Kth Largest Element in an Array – LeetCode

Problem: Kth Largest Element in an Array

Problem Statement

Given an integer array nums and an integer k, return the kth largest element in the array.

Note that it is the kth largest element in sorted order, not the kth distinct element.

Examples

Example 1
Input: nums = [3,2,1,5,6,4], k = 2
Output: 5

Example 2
Input: nums = [3,2,3,1,2,4,5,5,6], k = 4
Output: 4

Constraints

1 <= k <= nums.length <= 10⁵
-10⁴ <= nums[i] <= 10⁴

Intuition

We want to find the kth largest element in the array. A brute-force approach would involve sorting the array in descending order and picking the kth element, which takes O(n log n) time. However, a more efficient way is to maintain a min-heap (priority queue) of size k.
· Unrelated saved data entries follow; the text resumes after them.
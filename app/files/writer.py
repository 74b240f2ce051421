"""The one way a file gets onto the disk: whole and checked, or not at all.

The bytes go to a new file beside the target, are forced to the disk and read back, and only then take the
target's name in one step. Until that step the earlier file is untouched; a failure removes the new file and
is told.
"""

import contextlib
import errno
import hashlib
import os
import secrets
import stat
from collections.abc import Iterable, Iterator
from pathlib import Path

from app.files.windows_names import windows_trouble
from app.files.write_error import WriteError, not_written, refused_by_system

__all__ = ["WriteError", "write_blocks", "write_file", "write_text"]

_BLOCK = 1 << 20
_BINARY = getattr(os, "O_BINARY", 0)
_CREATE = os.O_WRONLY | os.O_CREAT | os.O_EXCL | getattr(os, "O_NOFOLLOW", 0) | _BINARY
_READ = os.O_RDONLY | _BINARY
# Folders that cannot be opened or forced to the disk: the file system sees to it, or nothing can.
_FOLDER_CANNOT_SYNC = {errno.EINVAL, errno.ENOTSUP, errno.EACCES, errno.EPERM, errno.EBADF}
_OTHER_NAME = "choose another name"


def write_file(path: Path, data: bytes) -> None:
    """Save bytes as a file, replacing one of that name only once the new one is known to be whole.

    A symbolic link is followed and the file behind it replaced. Permission bits of an earlier file are
    kept, and its owner and group where the system allows; a new file gets what the user's mask leaves.
    Other hard links to the earlier file keep the earlier contents.

    Parameters
    ----------
    path : Path
        The file. Its folder must exist; the target must be a regular file or not exist.
    data : bytes
        The contents.

    Raises
    ------
    WriteError
        Where it could not be saved.
    """
    write_blocks(path, (data,))


def write_text(path: Path, text: str) -> None:
    """Save a text as UTF-8 without byte order mark, its line ends as they are; otherwise as `write_file`.

    Raises
    ------
    WriteError
        Where it could not be saved, also where the text holds half a surrogate pair.
    """
    write_file(path, encode(path, text))


def encode(path: Path, text: str) -> bytes:
    """Encode a text for a file, or say that it cannot be.

    Raises
    ------
    WriteError
        Where the text holds half a surrogate pair, which UTF-8 cannot carry.
    """
    try:
        return text.encode("utf-8")
    except UnicodeEncodeError as fault:
        letter = ascii(fault.object[fault.start])[1:-1]
        raise not_written(
            path, f"it holds the broken character {letter}", "take that character out of the texts"
        ) from fault


def write_blocks(path: Path, blocks: Iterable[bytes]) -> int:
    """Save a file from blocks of bytes, one in memory at a time; otherwise as `write_file`.

    An error raised while the blocks are being made passes through unchanged, with nothing left behind.

    Returns
    -------
    int
        The number of bytes saved.

    Raises
    ------
    WriteError
        Where it could not be saved.
    """
    with _telling(path):
        target, earlier = _target(path)
        new = target.parent / f".{secrets.token_hex(12)}.part"
        handle = os.open(new, _CREATE, 0o666 if earlier is None else stat.S_IMODE(earlier.st_mode) & 0o777)
    try:
        count, checksum = _fill(path, handle, blocks, earlier)
        with _telling(path):
            if _contents(new) != (count, checksum):
                raise _differs(path)
            identity = _identity(new)
            new.replace(target)
    except BaseException:
        # The first failure is the one to tell; a second one while tidying up would only hide it.
        with contextlib.suppress(OSError):
            new.unlink()
        raise
    with _telling(path, replaced=True):
        _sync_folder(target.parent)
        # Some network drives number a file anew when it is renamed: then its contents decide.
        if _identity(target) != identity and _contents(target) != (count, checksum):
            raise _differs(path, replaced=True)
    return count


def _target(path: Path) -> tuple[Path, os.stat_result | None]:
    """Find the file behind any links, refusing what is not a plain file before anything is opened."""
    if os.name == "nt" and (trouble := windows_trouble(path.name)):
        raise not_written(path, trouble, _OTHER_NAME)
    try:
        earlier = path.stat()
    except FileNotFoundError:
        earlier = None
    except ValueError as fault:
        raise not_written(path, "its name holds a character no file can have", _OTHER_NAME) from fault
    if earlier is not None:
        if stat.S_ISDIR(earlier.st_mode):
            raise IsADirectoryError(errno.EISDIR, os.strerror(errno.EISDIR))
        if not stat.S_ISREG(earlier.st_mode):
            raise not_written(path, "that is a device or pipe, not a file", _OTHER_NAME)
        if not os.access(path, os.W_OK):
            raise not_written(path, "the file there is write-protected", f"{_OTHER_NAME} or unlock it")
    target = path.resolve()
    if not target.parent.is_dir():
        if target.parent == path.parent.resolve():
            raise FileNotFoundError(errno.ENOENT, os.strerror(errno.ENOENT))
        raise not_written(path, "it is a link into a folder that does not exist", _OTHER_NAME)
    return target, earlier


def _fill(path: Path, handle: int, blocks: Iterable[bytes], earlier: os.stat_result | None) -> tuple[int, bytes]:
    """Write all blocks, force them to the disk, and give their byte count and checksum."""
    checksum = hashlib.sha256()
    count = 0
    with _closing(path, handle):
        for block in blocks:
            checksum.update(block)
            count += len(block)
            with _telling(path):
                _write_all(handle, block)
        with _telling(path):
            if earlier is not None:
                _adopt(handle, earlier)
            os.fsync(handle)
            if os.fstat(handle).st_size != count:
                raise _differs(path)
    return count, checksum.digest()


def _write_all(handle: int, block: bytes) -> None:
    rest = memoryview(block)
    while rest:
        written = os.write(handle, rest[:_BLOCK])
        if written <= 0:
            raise OSError(errno.EIO, os.strerror(errno.EIO))
        rest = rest[written:]


def _adopt(handle: int, earlier: os.stat_result) -> None:
    """Give the new file the owner, group and permission bits of the earlier one."""
    if not hasattr(os, "fchmod") or not hasattr(os, "fchown"):
        return
    mine = os.fstat(handle)
    if (mine.st_uid, mine.st_gid) != (earlier.st_uid, earlier.st_gid):
        # Only an administrator may give a file away: whoever saves then owns it, as with a new file.
        with contextlib.suppress(PermissionError):
            os.fchown(handle, earlier.st_uid, earlier.st_gid)
    os.fchmod(handle, stat.S_IMODE(earlier.st_mode) & 0o777)


def _contents(path: Path) -> tuple[int, bytes]:
    """Read a file in blocks and give its byte count and checksum."""
    checksum = hashlib.sha256()
    count = 0
    handle = os.open(path, _READ)
    try:
        while block := os.read(handle, _BLOCK):
            checksum.update(block)
            count += len(block)
    finally:
        os.close(handle)
    return count, checksum.digest()


def _identity(path: Path) -> tuple[int, int, int]:
    status = path.stat()
    return status.st_dev, status.st_ino, status.st_size


def _sync_folder(folder: Path) -> None:
    """Force the new name to the disk, where the platform knows how."""
    if os.name == "nt":
        return
    try:
        handle = os.open(folder, os.O_RDONLY | os.O_DIRECTORY)
        try:
            os.fsync(handle)
        finally:
            os.close(handle)
    except OSError as fault:
        if fault.errno not in _FOLDER_CANNOT_SYNC:
            raise


def _differs(path: Path, replaced: bool = False) -> WriteError:
    error = not_written(
        path, "what was read back differs from what was written", "choose another folder on another disk"
    )
    error.replaced = replaced
    return error


@contextlib.contextmanager
def _telling(path: Path, replaced: bool = False) -> Iterator[None]:
    """Turn a fault of the system into a `WriteError` with its sentence."""
    try:
        yield
    except WriteError:
        raise
    except OSError as fault:
        raise refused_by_system(path, fault, replaced) from fault


@contextlib.contextmanager
def _closing(path: Path, handle: int) -> Iterator[None]:
    """Close the file whatever happens; on the way out of a success, a failed close counts."""
    try:
        yield
    except BaseException:
        with contextlib.suppress(OSError):
            os.close(handle)
        raise
    with _telling(path):
        os.close(handle)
The top of the heap will always store the kth largest element.

Approach

Use a min-heap (Java's PriorityQueue) to store the top k largest elements seen so far.
Iterate through each number in the array:
- Add the number to the heap.
- If the heap size exceeds k, remove the smallest element (poll the root).
After the loop, the top of the heap (peek()) is the kth largest element.

Code (Java)

import java.util.*;

class Solution {
    public int findKthLargest(int[] nums, int k) {
        PriorityQueue<Integer> pq = new PriorityQueue<>();
        for(int i : nums){
            pq.add(i);
            if(pq.size() > k){
                pq.poll();
            }
        }
        return pq.peek();
    }
}

Time and Space Complexity

Time Complexity: O(n log k)
Each insertion and deletion from the heap takes O(log k), and we process n elements.
Space Complexity: O(k)
The heap stores at most k elements at any time.

Dry Run

Input: `nums = [3,2,1,5,6,4]`, `k = 2`

Initialize min-heap: []
Add 3 → heap = [3]
Add 2 → heap = [2, 3]
Add 1 → size > 2 → remove 1 → heap = [3, 2]
Add 5 → size > 2 → remove 2 → heap = [3, 5]
Add 6 → size > 2 → remove 3 → heap = [5, 6]
Add 4 → size > 2 → remove 4 → heap = [5, 6]

Top of the heap is 5 → 2nd largest

Conclusion

This is a classic heap-based selection problem that optimizes performance compared to sorting. By maintaining a min-heap of size k, we ensure that the kth largest element remains at the top, making retrieval efficient.